— About this task —
Show all lines of the listing that hold the word "padding".
[The records — start]
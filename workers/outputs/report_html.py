"""A self-contained HTML page of a job's results, for people: written next to summary.json.

Plain HTML and CSS, no script, nothing fetched: the figures are embedded as data URIs, so the
page alone can be mailed, archived or printed (a print stylesheet keeps figures and tables whole
on their pages). :func:`render` is pure (the document and the figures' bytes in, a string out);
:func:`write_report` reads the figure files the document lists.
"""

from __future__ import annotations

import base64
import html
from collections.abc import Iterable, Mapping, Sequence
from pathlib import Path
from typing import Any

from demaudit.workers.outputs.layout import REPORT_NAME
from demaudit.workers.uncertainty.report import uncertainty_section

_COLUMNS = ("count", "median", "nmad", "q683_abs", "q95_abs", "rmse", "mean", "std")

_STYLE = """
body { font-family: sans-serif; margin: 2em; max-width: 72em; color: #222; }
nav { font-size: 0.9em; margin: 0 0 1.5em; } nav a { margin-right: 0.8em; }
table { border-collapse: collapse; margin: 0.5em 0 1.5em; font-size: 0.9em; }
th, td { border: 1px solid #bbb; padding: 0.25em 0.6em; text-align: right; }
th:first-child, td:first-child { text-align: left; }
.caution { background: #fff4d6; border-left: 0.4em solid #e0a800; padding: 0.5em 1em; }
.met { color: #176b2c; font-weight: bold; } .not-met { color: #a11; font-weight: bold; }
.regressed { color: #a11; font-weight: bold; } .improved { color: #176b2c; }
figure { margin: 1em 0 2em; } figcaption { font-size: 0.85em; color: #444; max-width: 60em; }
img { max-width: 100%; border: 1px solid #ddd; }
@media print {
  body { margin: 0; max-width: none; font-size: 10pt; }
  nav { display: none; }
  h2 { break-before: auto; break-after: avoid; }
  figure, table, .caution { break-inside: avoid; }
  img { max-width: 17cm; border: none; }
  a { color: inherit; text-decoration: none; }
}
"""


def write_report(out_dir: Path, document: Mapping[str, Any]) -> Path:
    """Write report.html for the summary document into out_dir, its figures embedded."""
    images = {}
    for name in figure_names(document):
        try:
            images[name] = (Path(out_dir) / name).read_bytes()
        except OSError:
            continue  # a figure that is not there is left out, not linked
    path = Path(out_dir) / REPORT_NAME
    path.write_text(render(document, images=images), encoding="utf-8")
    return path


def figure_names(document: Mapping[str, Any]) -> list[str]:
    """The figure files of the document (``figures``: a mapping name -> metadata, or a list)."""
    return list(document.get("figures") or [])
[The records — finish]
— Result below —
th, td { border: 1px solid #bbb; padding: 0.25em 0.6em; text-align: right; }
.caution { background: #fff4d6; border-left: 0.4em solid #e0a800; padding: 0.5em 1em; }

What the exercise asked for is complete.